Complete step by step solution:
Here we have to find the sum of $ mn $ terms of an AP. Let us assume $ a $ be the first term and $ d $ be the common difference. Now we will use the formula for $ mth $ term. So we have: $ {a_m} = a + (m - 1)d = \dfrac{1}{n} $
Similarly for $ nth $ term which is $ \dfrac{1}{m} $ , we have:
$\Rightarrow {a_n} = a + (n - 1)d = \dfrac{1}{m} $ .
Now we will subtract both the equations and we have,
$\Rightarrow (m - 1)d - (n - 1)d = \dfrac{1}{n} - \dfrac{1}{m} $
Now solving this, $ dm - d - dn + d = \dfrac{{m - n}}{{mn}} \Rightarrow dm - dn = \dfrac{{m - n}}{{mn}} $ .
WE can now take the $ d $ common and then solve:
 $ d(m - n) = \dfrac{{m - n}}{{mn}}\\
 \Rightarrow d = \dfrac{1}{{mn}} $ .
Now we will put the value of $ d $ in the $ {a_m} $ equation, we have;
 $ a + (m - 1) \times \dfrac{1}{{mn}} = \dfrac{1}{n} \Rightarrow a = \dfrac{1}{n} - \dfrac{{m - 1}}{{mn}} $ .
This gives us $ a = \dfrac{1}{{mn}} $ .
So the sum of the first $ mn $ terms be :
 $ {S_{mn}} = \dfrac{{mn}}{2}\left\{ {2\left( {\dfrac{1}{{mn}}} \right) + (mn - 1)\left( {\dfrac{1}{{mn}}} \right)} \right\} $ $ = \dfrac{{mn}}{2}\left[ {\dfrac{1}{{mn}} + 1} \right] $
We can write it as
 $ \left( {\dfrac{{1 + mn}}{{mn}}} \right) \times \dfrac{{mn}}{2} $ ,
it gives us the value $ \left( {\dfrac{{1 + mn}}{2}} \right) $ .
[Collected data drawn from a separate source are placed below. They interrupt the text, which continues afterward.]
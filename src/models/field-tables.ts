import type { FieldPlan } from './field-plan.ts';
import { TABLE_BITS, TABLE_TOTAL } from './field-weights.ts';
import type { IntervalSink, IntervalSource } from './interval.ts';

/** Frequencies of tokens, table by table, as an encoder or a meter uses them. */
export interface TokenWriter {
  /** Begins a reset unit. */
  reset(): void;
  put(table: number, token: number, sink: IntervalSink): void;
}

/** The same as a decoder uses them. */
export interface TokenReader {
  reset(): void;
  take(table: number, source: IntervalSource): number;
}

/** Targets are looked up by their upper bits. */
const LOOK_BITS = 8;
const LOOK_SHIFT = TABLE_BITS - LOOK_BITS;

/**
 * Static tables of a total of 2^14 each. No token of a table has it all, since each keeps a
 * frequency.
 *
 * Memory: 8 bytes a slot; for a decoder 256 bytes a table more.
 */
export class StaticFieldTables implements TokenWriter, TokenReader {
  readonly #slotStart: Uint32Array;
  readonly #frequencies: Uint32Array;
  readonly #lows: Uint32Array;
  /** For each table and upper bits of a target the first token that may hold it. */
  #firstTokens: Uint8Array | undefined;

  /** @param frequencies  of all slots of the plan, each ≥ 1 */
  constructor(plan: FieldPlan, frequencies: Uint32Array) {
    this.#slotStart = plan.slotStart;
    this.#frequencies = frequencies;
    this.#lows = new Uint32Array(frequencies.length);
    fillLows(plan.slotStart, frequencies, this.#lows);
  }

  reset(): void {}

  put(table: number, token: number, sink: IntervalSink): void {
    const slot = this.#slotStart[table] + token;
    sink.put(this.#lows[slot], this.#frequencies[slot], TABLE_TOTAL);
  }

  take(table: number, source: IntervalSource): number {
    this.#firstTokens ??= this.#lookUps();
    const lows = this.#lows;
    const frequencies = this.#frequencies;
    const target = source.target(TABLE_TOTAL);
    const from = this.#slotStart[table];
    let slot = from + this.#firstTokens[(table << LOOK_BITS) | (target >>> LOOK_SHIFT)];
    while (lows[slot] + frequencies[slot] <= target) slot++;
    source.take(lows[slot], frequencies[slot]);
    return slot - from;
  }

  #lookUps(): Uint8Array {
    const tables = this.#slotStart.length - 1;
    const first = new Uint8Array(tables << LOOK_BITS);
    for (let table = 0; table < tables; table++) {
      const from = this.#slotStart[table];
      let slot = from;
      for (let upper = 0; upper < 1 << LOOK_BITS; upper++) {
        while (this.#lows[slot] + this.#frequencies[slot] <= upper << LOOK_SHIFT) slot++;
        first[(table << LOOK_BITS) | upper] = slot - from;
      }
    }
    return first;
  }
}

/** Tables of exact weights, for prices only: their totals may pass what a stage codes. */
export class ExactFieldTables implements TokenWriter {
  readonly #slotStart: Uint32Array;
  readonly #weights: Float64Array;
  readonly #lows: Float64Array;
  readonly #totals: Float64Array;

  constructor(plan: FieldPlan, weights: Float64Array) {
    this.#slotStart = plan.slotStart;
    this.#weights = weights;
    this.#lows = new Float64Array(weights.length);
    this.#totals = fillLows(plan.slotStart, weights, this.#lows);
  }

  reset(): void {}

  put(table: number, token: number, sink: IntervalSink): void {
    const slot = this.#slotStart[table] + token;
    sink.put(this.#lows[slot], this.#weights[slot], this.#totals[table]);
  }
}

/** Sums before each slot within its table; gives back the sum of each table. */
function fillLows(
  slotStart: Uint32Array,
  frequencies: Uint32Array | Float64Array,
  lows: Uint32Array | Float64Array,
): Float64Array {
  const totals = new Float64Array(slotStart.length - 1);
  for (let table = 0; table < totals.length; table++) {
    let low = 0;
    for (let slot = slotStart[table]; slot < slotStart[table + 1]; slot++) {
      lows[slot] = low;
      low += frequencies[slot];
    }
    totals[table] = low;
  }
  return totals;
}
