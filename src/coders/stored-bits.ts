import type { BitWriter } from '../bits/bit-writer.ts';
import { BugError } from '../errors/errors.ts';

/**
 * Copies bits `from … to − 1` of `source` to the start of `target`, and zeros behind them: up to the byte's end, and eight bytes
 * more.
 * @param target  at least ⌈(to − from) / 8⌉ + 8 bytes
 */
export function copyBits(source: Uint8Array, from: number, to: number, target: Uint8Array): void {
  const byteCount = Math.ceil((to - from) / 8);
  if (byteCount + 8 > target.length) {
    throw new BugError('there is no room for the bits to copy', {
      expected: `at most ${target.length - 8} bytes`,
      got: `${byteCount} bytes`,
    });
  }
  const shift = from % 8;
  const first = (from - shift) / 8;
  if (shift === 0) {
    target.set(source.subarray(first, first + byteCount));
  } else {
    let high = source[first];
    for (let i = 0; i < byteCount; i++) {
      // Past the last byte there is nothing, which reads as zeros.
      const low = source[first + i + 1];
      target[i] = ((high << shift) | (low >>> (8 - shift))) & 0xff;
      high = low;
    }
  }
  const over = (to - from) % 8;
  if (over !== 0) target[byteCount - 1] &= 0xff << (8 - over);
  target.fill(0, byteCount, byteCount + 8);
}

/** Appends bits `from … to − 1` of `source`. */
export function writeBitsOf(writer: BitWriter, source: Uint8Array, from: number, to: number): void {
  let at = from;
  const over = at % 8;
  if (over !== 0 && at < to) {
    const take = Math.min(8 - over, to - at);
    const byte = source[(at - over) / 8];
    writer.writeBits((byte >>> (8 - over - take)) & ((1 << take) - 1), take);
    at += take;
  }
  const wholeBytes = Math.floor((to - at) / 8);
  if (wholeBytes > 0) {
    writer.writeBytes(source, at / 8, at / 8 + wholeBytes);
    at += wholeBytes * 8;
  }
  if (at < to) writer.writeBits(source[at / 8] >>> (8 - (to - at)), to - at);
}
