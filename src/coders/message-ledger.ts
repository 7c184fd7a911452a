import type { BitWriter } from '../bits/bit-writer.ts';
import { BugError } from '../errors/errors.ts';
import type { Coded, IntegerAccount } from './contract.ts';

/**
 * Books the bits of one unit while it is coded, and checks each message: what was booked must be what the writer got.
 *
 * An encoder adds to the public fields while it codes a message and calls {@link close} at its end.
 */
export class MessageLedger {
  writtenBits = 0;
  endingBits = 0;
  tableBits = 0;
  indexBits = 0;
  framingBits = 0;
  checkBits = 0;
  /** Real payload, summed over messages. */
  payloadBits = 0;

  readonly #align: number;
  readonly #total: IntegerAccount = {
    writtenBits: 0,
    endingBits: 0,
    paddingBits: 0,
    tableBits: 0,
    indexBits: 0,
    framingBits: 0,
    checkBits: 0,
  };
  #ends = new Float64Array(16);
  #count = 0;
  #start = 0;

  /** @param align  multiple that each message is padded to, in bits */
  constructor(align: number) {
    this.#align = align;
  }

  /** Ends a message: pads, checks the integers, remembers the end. Nothing is allocated but for growth by doubling. */
  close(writer: BitWriter): void {
    const padding = writer.padTo(this.#align);
    const carried = writer.position - this.#start;
    const booked =
      this.writtenBits +
      this.endingBits +
      padding +
      this.tableBits +
      this.indexBits +
      this.framingBits +
      this.checkBits;
    if (booked !== carried) {
      throw new BugError('the bits booked for a message are not the bits written', {
        messageIndex: this.#count,
        expected: `${carried} bits, as written`,
        got: `${booked} bits: written ${this.writtenBits}, ending ${this.endingBits}, padding ${padding}, tables ${this.tableBits}, index ${this.indexBits}, framing ${this.framingBits}, check ${this.checkBits}`,
      });
    }
    const total = this.#total;
    total.writtenBits += this.writtenBits;
    total.endingBits += this.endingBits;
    total.paddingBits += padding;
    total.tableBits += this.tableBits;
    total.indexBits += this.indexBits;
    total.framingBits += this.framingBits;
    total.checkBits += this.checkBits;
    this.writtenBits = 0;
    this.endingBits = 0;
    this.tableBits = 0;
    this.indexBits = 0;
    this.framingBits = 0;
    this.checkBits = 0;
    if (this.#count === this.#ends.length) this.#grow(this.#count * 2);
    this.#start = writer.position;
    this.#ends[this.#count++] = this.#start;
    if (writer.shouldDrain) writer.drain();
  }

  #grow(capacity: number): void {
    const grown = new Float64Array(capacity);
    grown.set(this.#ends.subarray(0, this.#count));
    this.#ends = grown;
  }

  /** Messages closed so far. */
  get messageCount(): number {
    return this.#count;
  }

  /**
   * Room for the ends of `count` more messages, for a kernel that writes many at once: its entries from
   * {@link messageCount} on take them, in bits; {@link closeMany} books the messages.
   */
  roomForEnds(count: number): Float64Array {
    const needed = this.#count + count;
    if (needed > this.#ends.length)
      this.#grow(this.#count === 0 ? needed : Math.max(needed, this.#count * 2));
    return this.#ends;
  }

  /** Books `count` messages whose ends stand in {@link roomForEnds}; the sums of their bits must be what was written. */
  closeMany(
    writer: BitWriter,
    count: number,
    sums: {
      readonly writtenBits: number;
      readonly framingBits: number;
      readonly paddingBits: number;
    },
  ): void {
    if (count === 0) return;
    const { writtenBits, framingBits, paddingBits } = sums;
    const end = this.#ends[this.#count + count - 1];
    if (writer.position !== end || writtenBits + framingBits + paddingBits !== end - this.#start) {
      throw new BugError('the bits booked for many messages are not the bits written', {
        messageIndex: this.#count,
        expected: `${writer.position - this.#start} bits, as written`,
        got: `${end - this.#start} bits to the last end: written ${writtenBits}, padding ${paddingBits}, framing ${framingBits}`,
      });
    }
    const total = this.#total;
    total.writtenBits += writtenBits;
    total.framingBits += framingBits;
    total.paddingBits += paddingBits;
    this.#count += count;
    this.#start = end;
    if (writer.shouldDrain) writer.drain();
  }

  /** What the encoder gives back; ends the writer. */
  finish(writer: BitWriter): Coded {
    const { bytes, bitLength } = writer.finish();
    if (bitLength !== this.#start) {
      throw new BugError('bits were written after the last message', {
        expected: `${this.#start} bits`,
        got: `${bitLength} bits`,
      });
    }
    return {
      bytes,
      messageEndsBits:
        this.#count === this.#ends.length ? this.#ends : this.#ends.slice(0, this.#count),
      account: { ...this.#total },
      payloadBits: this.payloadBits,
    };
  }
}
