import type { SymbolSequence } from '../symbols/sequence.ts';
import { countContexts, type OrderCounts } from './context-counts.ts';
import { sumOfLogs } from './context-counts-tallies.ts';
import { NODE_PARENT, NODE_SECOND, NODE_WORDS } from './context-tree.ts';
import { PairTree } from './pair-tree.ts';

/**
 * Shortest code length of a whole sequence, in bits, under any one set of order-k distributions: Σ over contexts of
 * n log2 n − Σ over their symbols of c log2 c.
 *
 * Contexts that hold start values occur only at the first k symbols of a message (or of the sequence), and those without
 * only elsewhere: the two parts are counted apart, the large one by sorting, which needs far less memory than a tree.
 *
 * @param startAtMessages  contexts hold start values at each message, else only at the first symbols of the sequence
 */
export function empiricalLengthBits(
  sequence: SymbolSequence,
  order: number,
  startAtMessages: boolean,
): number {
  if (sequence.symbols.length === 0) return 0;
  const counts = countContexts(sequence, {
    upto: order,
    contexts: startAtMessages ? 'message' : 'running',
    blocks: 1,
  })[order];
  return countedBits(counts) + startBits(sequence, order, startAtMessages);
}

/** The sum over the contexts without start values. */
export function countedBits({
  contextTallies,
  pairTallies,
}: Pick<OrderCounts, 'contextTallies' | 'pairTallies'>): number {
  return Math.max(0, sumOfLogs(contextTallies) - sumOfLogs(pairTallies));
}

/** The same sum over the contexts with start values. */
function startBits(sequence: SymbolSequence, order: number, startAtMessages: boolean): number {
  if (order === 0) return 0;
  const { symbols, messageEnds, alphabetSize } = sequence;
  const pairs = new PairTree(alphabetSize, order);
  if (startAtMessages) {
    let from = 0;
    for (const to of messageEnds) {
      pairs.count(symbols, from, Math.min(to, from + order));
      pairs.start();
      from = to;
    }
  } else {
    pairs.count(symbols, 0, Math.min(symbols.length, order));
  }
  return startContextBits(pairs, order);
}

/** The sum over strings of order + 1 symbols, the first of which hold start values. */
export function startContextBits(pairs: PairTree, order: number): number {
  const { words, nodeCount } = pairs.tree;
  const depths = new Uint8Array(nodeCount);
  const sums = new Float64Array(nodeCount);
  let bits = 0;
  for (let node = 1; node < nodeCount; node++) {
    const at = node * NODE_WORDS;
    const parent = words[at + NODE_PARENT];
    depths[node] = depths[parent] + 1;
    const count = words[at + NODE_SECOND];
    if (depths[node] !== order + 1 || count === 0) continue;
    sums[parent] += count;
    bits -= count * Math.log2(count);
  }
  for (const sum of sums) if (sum > 0) bits += sum * Math.log2(sum);
  return Math.max(0, bits);
}
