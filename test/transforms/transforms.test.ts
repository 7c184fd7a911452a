import fc from 'fast-check';
import { describe, expect, it } from 'vitest';
import { BugError, CorruptStreamError, InputError } from '../../src/errors/errors.ts';
import {
  newSymbolArray,
  oneMessage,
  type SymbolChunk,
  type SymbolSequence,
} from '../../src/symbols/sequence.ts';
import { parseTransformChain } from '../../src/transforms/chain.ts';
import type { TransformPass } from '../../src/transforms/transform.ts';
import { chunksOf, degenerateSequences, sequences } from '../conformance/sequences.ts';

const ALPHABETS = [1, 2, 3, 256, 65_536];
const CHAINS = [
  'delta',
  'delta2',
  'lag1',
  'lag24',
  'lag4000',
  'zigzag',
  'xor',
  'xor5',
  'byte-planes',
  'bit-planes',
  'delta.zigzag',
  'lag3.delta.zigzag',
  'byte-planes.delta2.bit-planes.xor',
];

/** The chunks that a pass makes, joined. */
function joined(pass: TransformPass, chunks: readonly SymbolChunk[], alphabetSize: number) {
  const symbols: number[] = [];
  const messageEnds: number[] = [];
  for (const chunk of chunks) {
    const out = pass.push(chunk);
    expect(out.alphabetSize).toBe(alphabetSize);
    for (const end of out.messageEnds) messageEnds.push(symbols.length + end);
    for (const symbol of out.symbols) symbols.push(symbol);
  }
  pass.finish();
  return { symbols, messageEnds };
}

function plain(sequence: SymbolSequence) {
  return { symbols: [...sequence.symbols], messageEnds: [...sequence.messageEnds] };
}

function asSequence({ symbols, messageEnds }: ReturnType<typeof plain>, alphabetSize: number) {
  const array = newSymbolArray(alphabetSize, symbols.length);
  array.set(symbols);
  return { alphabetSize, symbols: array, messageEnds: Uint32Array.from(messageEnds) };
}

function takes(chain: string, alphabetSize: number): boolean {
  try {
    parseTransformChain(chain).shape(alphabetSize);
    return true;
  } catch (error) {
    expect(error).toBeInstanceOf(InputError);
    return false;
  }
}

describe('every chain', () => {
  for (const text of CHAINS) {
    const chain = parseTransformChain(text);
    const alphabets = [...ALPHABETS, 257, 2 ** 24 + 1, 2 ** 32].filter((m) => takes(text, m));

    it(`${text} comes back on m = ${alphabets.join(', ')}, cut anyhow, messages or running on`, () => {
      expect(alphabets.length).toBeGreaterThan(2);
      for (const alphabetSize of alphabets) {
        const { symbolsPerSymbol, alphabetSize: after } = chain.shape(alphabetSize);
        const cuts = fc.array(fc.double({ min: 0, max: 1, noNaN: true }), { maxLength: 5 });
        const check = (
          sequence: SymbolSequence,
          shares: readonly number[],
          runsOn: boolean,
          emptiesLater: boolean,
        ) => {
          const before = sequence.symbols.slice();
          const places = shares.map((share) => Math.floor(share * sequence.symbols.length));
          const chunks = chunksOf(sequence, places, emptiesLater);
          const out = joined(chain.forward(alphabetSize, runsOn), chunks, after);
          expect(sequence.symbols).toEqual(before);
          expect(out).toEqual(plain(chain.forward(alphabetSize, runsOn).push(sequence)));
          expect(out.messageEnds).toEqual(
            [...sequence.messageEnds].map((end) => end * symbolsPerSymbol),
          );
          const coded = asSequence(out, after);
          // Typed arrays drop what does not fit: a symbol out of range would show as another one.
          expect(out.symbols.every((symbol) => symbol < after)).toBe(true);
          const codedPlaces = shares.map((share) => Math.floor(share * coded.symbols.length));
          const back = joined(
            chain.inverse(alphabetSize, runsOn),
            chunksOf(coded, codedPlaces, emptiesLater),
            alphabetSize,
          );
          expect(back).toEqual(plain(sequence));
        };
        for (const [, sequence] of degenerateSequences(alphabetSize)) {
          check(sequence, [0.4], false, false);
          check(sequence, [], true, false);
        }
        fc.assert(fc.property(sequences(alphabetSize), cuts, fc.boolean(), fc.boolean(), check), {
          seed: 5,
          numRuns: 12,
        });
      }
    });
  }
});

/** What each step gives for one message, written from its definition, without state. */
const definitions: Record<string, (x: number[], m: number) => number[]> = {
  delta: (x, m) => x.map((v, i) => (v - (x[i - 1] ?? 0) + m) % m),
  delta2: (x, m) => x.map((v, i) => (v - 2 * (x[i - 1] ?? 0) + (x[i - 2] ?? 0) + 2 * m) % m),
  lag7: (x, m) => x.map((v, i) => (v - (x[i - 7] ?? 0) + m) % m),
  zigzag: (x, m) => {
    // All signed residues in order of size, the negative one of a pair first.
    const order = Array.from({ length: m }, (_, r) => (r < m / 2 ? r : r - m));
    order.sort((a, b) => Math.abs(a) - Math.abs(b) || a - b);
    return x.map((v) => order.findIndex((signed) => (signed + m) % m === v));
  },
  xor: (x) => x.map((v, i) => v ^ (x[i - 1] ?? 0)),
  xor3: (x) => x.map((v, i) => v ^ (x[i - 3] ?? 0)),
  'byte-planes': (x) => [...x.map((v) => Math.floor(v / 256)), ...x.map((v) => v % 256)],
  'bit-planes': (x, m) =>
    Array.from({ length: Math.ceil(Math.log2(m)) }, (_, plane) => plane)
      .reverse()
      .flatMap((plane) => x.map((v) => Math.floor(v / 2 ** plane) % 2)),
};

describe('each step is what it says', () => {
  const alphabetsOf = (name: string) => {
    if (name === 'byte-planes') return [300, 65_536];
    return name.startsWith('xor') ? [2, 16, 256] : [2, 3, 5, 16, 256];
  };
  for (const [name, definition] of Object.entries(definitions)) {
    it(`${name}`, () => {
      for (const m of alphabetsOf(name)) {
        const message = fc.array(fc.nat({ max: m - 1 }), { maxLength: 40 });
        fc.assert(
          fc.property(fc.array(message, { maxLength: 4 }), (messages) => {
            const ends = messages.map((_, i) => messages.slice(0, i + 1).flat().length);
            const sequence = asSequence({ symbols: messages.flat(), messageEnds: ends }, m);
            const { symbols } = parseTransformChain(name).forward(m, false).push(sequence);
            expect([...symbols]).toEqual(messages.flatMap((x) => definition(x, m)));
            if (name.endsWith('planes')) return;
            const running = parseTransformChain(name).forward(m, true).push(sequence);
            expect([...running.symbols]).toEqual(definition(messages.flat(), m));
          }),
          { seed: 6, numRuns: 20 },
        );
      }
    });
  }

  it('delta2 is delta.delta', () => {
    fc.assert(
      fc.property(sequences(65_536), fc.boolean(), (sequence, runsOn) => {
        const [once, twice] = ['delta2', 'delta.delta'].map((text) =>
          parseTransformChain(text).forward(65_536, runsOn).push(sequence),
        );
        expect(once).toEqual(twice);
      }),
      { seed: 7, numRuns: 30 },
    );
  });

  it('a chain is read left to right', () => {
    const sequence = oneMessage(Uint8Array.of(10, 9, 11, 11), 256);
    const forward = (text: string) => [
      ...parseTransformChain(text).forward(256, false).push(sequence).symbols,
    ];
    // 10, −1, 2, 0
    expect(forward('delta.zigzag')).toEqual([20, 1, 4, 0]);
    // 20, 18, 22, 22
    expect(forward('zigzag.delta')).toEqual([20, 254, 4, 0]);
  });
});

describe('a chain that cannot be', () => {
  it.each([
    ['dleta', /delta/],
    ['zig-zag', /zigzag/],
    ['byteplanes', /byte-planes/],
    ['delta.', /there is no step/],
    ['', /there is no step/],
    ['lag', /lagN with N from 1 to 65536/],
    ['lag0', /lagN with N from 1/],
    ['lag65537', /to 65536/],
    ['xor0', /xorN with N from 1/],
    ['delta3', /delta2/],
  ])('%j is refused with a hint', (text, hint) => {
    const error = caught(() => parseTransformChain(text));
    expect(error).toBeInstanceOf(InputError);
    const { key, advice, expected } = (error as InputError).where;
    expect(key).toBe('after');
    expect(`${(error as InputError).message} ${advice} ${expected}`).toMatch(hint);
  });

  it.each([
    ['xor', 3],
    ['xor7', 29_393],
    ['byte-planes', 256],
    ['byte-planes.byte-planes', 65_536],
    ['bit-planes.byte-planes', 65_536],
  ])('%s does not take m = %d', (text, alphabetSize) => {
    expect(() => parseTransformChain(text).shape(alphabetSize)).toThrow(InputError);
  });

  it('the longest look back is taken', () => {
    expect(parseTransformChain('lag65536.xor65536').name).toBe('lag65536.xor65536');
  });
});

describe('an inverse refuses what no chain gives', () => {
  it.each([
    ['byte-planes', 65_536, [1, 2, 3], 256],
    ['byte-planes', 300, [1, 44], 256],
    ['bit-planes', 3, [1, 1], 2],
    ['bit-planes', 1, [1], 2],
    ['bit-planes', 256, [0, 0, 0, 0, 0, 0, 0], 2],
  ])('%s of m = %d: %j', (text, alphabetSize, symbols, after) => {
    const sequence = oneMessage(Uint8Array.from(symbols), after);
    const pass = parseTransformChain(text).inverse(alphabetSize, false);
    expect(() => pass.push(sequence)).toThrow(CorruptStreamError);
  });

  it('300 is the first symbol outside of m = 300', () => {
    const pass = parseTransformChain('byte-planes').inverse(300, false);
    expect([...pass.push(oneMessage(Uint8Array.of(1, 43), 256)).symbols]).toEqual([299]);
  });
});

describe('planes keep an open message back', () => {
  const part = { alphabetSize: 256, symbols: Uint8Array.of(1, 2), messageEnds: Uint32Array.of() };

  it('and refuse to finish within it', () => {
    const pass = parseTransformChain('bit-planes').forward(256, false);
    expect(pass.push({ ...part, openSymbolCount: 3 }).symbols.length).toBe(0);
    expect(() => pass.finish()).toThrow(BugError);
  });

  it('and refuse another length than it said', () => {
    const longer = parseTransformChain('bit-planes').forward(256, false);
    longer.push({ ...part, openSymbolCount: 3 });
    expect(() => longer.push({ ...part, openSymbolCount: 3 })).toThrow(BugError);
    const shorter = parseTransformChain('bit-planes').forward(256, false);
    shorter.push({ ...part, openSymbolCount: 5 });
    expect(() => shorter.push({ ...part, messageEnds: Uint32Array.of(2) })).toThrow(BugError);
    expect(() => parseTransformChain('bit-planes').forward(256, false).push(part)).toThrow(
      BugError,
    );
  });
});

function caught(action: () => unknown): unknown {
  try {
    action();
  } catch (error) {
    return error;
  }
  throw new Error('nothing was thrown');
}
Hence the required answer is $ \left( {\dfrac{{1 + mn}}{2}} \right) $ .
So, the correct answer is “ $ \left( {\dfrac{{1 + mn}}{2}} \right) $ ”.

Note: We should be aware of the arithmetic sequence and their formula before solving this kind of question. We should carefully substitute the values and solve them. Also we can find the sum of the given arithmetic sequence by adding the first and last term and then divide the sum by two, this is also a formula when the first and the last term is given in the question. And then the sum of the sequence will be the number of terms multiplied by the average number of terms in the sequence.